The other thing that sticks in the back of my heads is that for some sites as the
more mainstream news sites, downloading the contents of the page doesn't just give me the
article content, but all of the stuff that's in the sidebar, related article, etc. I suspect
that is throwing off my analysis, and likely explains all of the times that the word "facebook"
pops up. I'm not sure what the "fix" is other than to write a parser that is unique to each
of those sites. And I honestly wouldn't be surprise if Google has done something like this
in order to improve its search results.
## Troubleshooting
Dealing with this error:
`[SSL: SSLV3_ALERT_HANDSHAKE_FAILURE] sslv3 alert handshake failure (_ssl.c:645)`
You're probably using a an older version of OpenSSL. Check your OpenSSL version with:
`python -c 'import ssl; print (ssl.OPENSSL_VERSION)'`
If's under 1.0, that's cause for concern. This is a real problem on MacOS/X.

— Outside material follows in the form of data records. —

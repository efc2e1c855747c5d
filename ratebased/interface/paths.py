"""The ways to a solution in their order, and the test of the branch it lies on."""
from __future__ import annotations

from dataclasses import dataclass, replace

import numpy as np
from numpy.typing import NDArray

from ..film.blocks import coth_blocks
from ..maxwell_stefan import film_matrix, reduced
from . import shooting
from .blocks import at_rest, evaluate
from .branch import continuation, determinant_sign, zero_flux_sign
from .equilibrium import zero_flux_temperature
from .newton import Iterate, newton
from .problem import InterfaceProblem
from .records import InterfaceStatus

Array = NDArray[np.float64]

PHYSICAL = -1e-10
"""Fractions below this make an answer unphysical; closer to zero they are rounding and set to zero."""
WARM_ITERATIONS = 12


@dataclass
class Found:
    """Where the search stands, on one batch axis.

    z (B, 2n+1) and y (B, n), the interface vapour. status, iterations (B,). shot: found by the fast path, with its
    residual and |A|_1. tested: on the branch of zero flux by the sign test, or started from an earlier answer. reached:
    fraction of the way a continuation came.
    """

    z: Array
    y: Array
    status: NDArray[np.int64]
    iterations: NDArray[np.int64]
    shot: NDArray[np.bool_]
    tested: NDArray[np.bool_]
    residual: Array
    size: Array
    reached: Array

    def accept(self, problem: InterfaceProblem, index: NDArray[np.int64], run: Iterate, label: InterfaceStatus) -> None:
        """Take the physical answers of a run on the problems `index`, and the last iterates of the others."""
        good = physical(problem, run)
        self.status[index[good]] = int(label)
        self.z[index], self.iterations[index] = run.z, run.iterations
        self.y[index] = np.where(good[:, None], run.y, self.y[index])


def nothing_yet(problem: InterfaceProblem) -> Found:
    B, n = len(problem.y), problem.n
    return Found(np.full((B, 2 * n + 1), np.nan), problem.y.copy(), np.full(B, int(InterfaceStatus.FAILED)),
                 np.zeros(B, np.int64), np.zeros(B, bool), np.zeros(B, bool), np.full(B, np.nan), np.full(B, np.nan),
                 np.zeros(B))


def physical(problem: InterfaceProblem, run: Iterate) -> NDArray[np.bool_]:
    """Converged with no negative fraction, at the interface or inside a film."""
    n = problem.n
    good = run.converged & (run.z[:, n:2 * n].min(-1) >= PHYSICAL) & (run.y.min(-1) >= PHYSICAL)
    return good & inside(problem, run.z, good)


def inside(problem: InterfaceProblem, z: Array, candidates: NDArray[np.bool_]) -> NDArray[np.bool_]:
    """False where a profile turns out of the simplex between its ends.

    Told by an imaginary part beyond pi among the eigenvalues of [Phi]; only films of such a size can have it.
    """
    n = problem.n
    good = candidates.copy()
    if n > 2 and problem.exact_films:
        for K in (problem.K_V, problem.K_L):
            index = np.flatnonzero(good)
            A = film_matrix(z[index, :n], K[index])
            large = np.abs(A).sum(-2).max(-1) > np.pi
            index, A = index[large], A[large]
            good[index] = np.abs(np.linalg.eigvals(reduced(A)).imag).max(-1, initial=0.0) <= np.pi
    return good


def find(problem: InterfaceProblem, restart: Iterate | None, tolerance: float) -> Found:
    """From the earlier answer where there is one; the fast path; from zero flux; from T_L; by continuation.

    Other film methods start from the answer of the exact one, and keep to its branch.
    """
    if not problem.exact_films and restart is None:
        exact = find(replace(problem, rows=coth_blocks), None, tolerance)
        found = find(problem, Iterate(exact.z, exact.y, exact.status <= InterfaceStatus.OTHER_BRANCH, exact.iterations),
                     tolerance)
        other = (exact.status == InterfaceStatus.OTHER_BRANCH) & (found.status == InterfaceStatus.SOLVED)
        found.status[other] = int(InterfaceStatus.OTHER_BRANCH)
        return found
    found = nothing_yet(problem)
    warm = np.zeros(len(problem.y), bool) if restart is None else restart.converged
    if len(problem.y) >= shooting.WORTHWHILE and shooting.applicable(problem):
        shot = shooting.solve(problem, tolerance, restart.z if restart is not None and warm.all() else None)
        large = shot.solved & (shot.size > np.pi)
        if large.any():
            index = np.flatnonzero(large)
            shot.solved[index] = inside(problem.take(index), shot.z[index], np.ones(len(index), bool))
        found.status[shot.solved] = int(InterfaceStatus.SOLVED)
        found.z, found.y, found.iterations = shot.z, np.where(shot.solved[:, None], shot.y_I, found.y), shot.iterations
        found.shot, found.residual, found.size = shot.solved, shot.residual, shot.size
        found.tested = shot.solved & shot.connected
    index = np.flatnonzero(warm & (found.status == InterfaceStatus.FAILED))
    if restart is not None and len(index):
        part = problem.take(index)
        found.accept(part, index, newton(part, restart.z[index], restart.y[index], tolerance=tolerance,
                                         max_iterations=WARM_ITERATIONS), InterfaceStatus.SOLVED)
    found.tested |= warm & (found.status == InterfaceStatus.SOLVED)
    for label in (InterfaceStatus.SOLVED, InterfaceStatus.SECOND_START, InterfaceStatus.CONTINUATION):
        index = np.flatnonzero(found.status == InterfaceStatus.FAILED)
        if not len(index):
            break
        left = problem.take(index)
        if label == InterfaceStatus.CONTINUATION:
            run, found.reached[index] = continuation(left, tolerance)
        else:
            T = zero_flux_temperature(left, 1e-2) if label == InterfaceStatus.SOLVED else left.T_L
            run = newton(left, at_rest(left, T), left.y, tolerance=tolerance)
        found.accept(left, index, run, label)
    _test_branch(problem, found, tolerance)
    return found


def _test_branch(problem: InterfaceProblem, found: Found, tolerance: float) -> None:
    """The sign test; where it fails the root connected with zero flux is sought, else the status says so."""
    index = np.flatnonzero((found.status <= InterfaceStatus.CONTINUATION) & ~found.tested)
    if not len(index):
        return
    p = problem.take(index)
    expected = zero_flux_sign(p)
    other = determinant_sign(evaluate(p, found.z[index], found.y[index], False).dz) != expected
    if not other.any():
        return
    p, index = p.take(other), index[other]
    run, _ = continuation(p, tolerance)
    good = physical(p, run) & (determinant_sign(evaluate(p, run.z, run.y, False).dz) == expected[other])
    found.status[index] = np.where(good, int(InterfaceStatus.CONTINUATION), int(InterfaceStatus.OTHER_BRANCH))
    kept = index[good]
    found.z[kept], found.y[kept], found.iterations[kept] = run.z[good], run.y[good], run.iterations[good]
    found.shot[kept] = False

That said, if you're on MacOS/X, install HomeBrew
and then install Python 3 and OpenSSL, e.g.: `brew install python3 openssl`.
Now createa new virtualenv folder with the specific path for Python 3:
`virtualenv -p /path/to/homebrew/path/to/python3 virtualenv3`
Activate that virtualenv, and that should use the copy of Python in Homebrew
along with its copy of OpenSSL. Check again, and you'll be at least version 1.0.2
of OpenSSL as of this writing.
## Final Thoughts
Even though the end product didn't turn out as awesome as I hoped it would, I still learned
a lot about Nautral Language Processing and the substantial amount of work that goes into it.
It gives me a greater appreaciation for what happens "behind the scenes" with Google queries
as well as Siri.
I don't see myself doing much more work on this particular project, as NLP is definately
not my paritcular brand of vodka, but I figured I'd share the code just so others can take
a look at it and maybe find it useful.